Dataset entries
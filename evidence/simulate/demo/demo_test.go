package demo

import (
	"io/fs"
	"testing"
	"testing/fstest"

	"assaywrit/evidence/casefile"
)

func folder(t testing.TB) fs.FS {
	t.Helper()
	files, err := Files()
	if err != nil {
		t.Fatal(err)
	}
	m := fstest.MapFS{}
	for _, f := range files {
		m[f.Path] = &fstest.MapFile{Data: f.Data}
	}
	return m
}

// TestCaseLoads reads the example as any case is read: without a problem.
func TestCaseLoads(t *testing.T) {
	if _, err := casefile.Load(folder(t)); err != nil {
		t.Fatal(err)
	}
}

--- YOUR OBJECTIVE ---
Provide a faithful, complete copy of the entries above.

--- RESPONSE AREA ---
filename evidence/simulate/demo/demo_test.go
package demo

import (
	"io/fs"
	"testing"
	"testing/fstest"

	"assaywrit/evidence/casefile"
)

func folder(t testing.TB) fs.FS {
	t.Helper()
	files, err := Files()
	if err != nil {
		t.Fatal(err)
	}
	m := fstest.MapFS{}
	for _, f := range files {
		m[f.Path] = &fstest.MapFile{Data: f.Data}
	}
	return m
}

// TestCaseLoads reads the example as any case is read: without a problem.
func TestCaseLoads(t *testing.T) {
	if _, err := casefile.Load(folder(t)); err != nil {
		t.Fatal(err)
	}
}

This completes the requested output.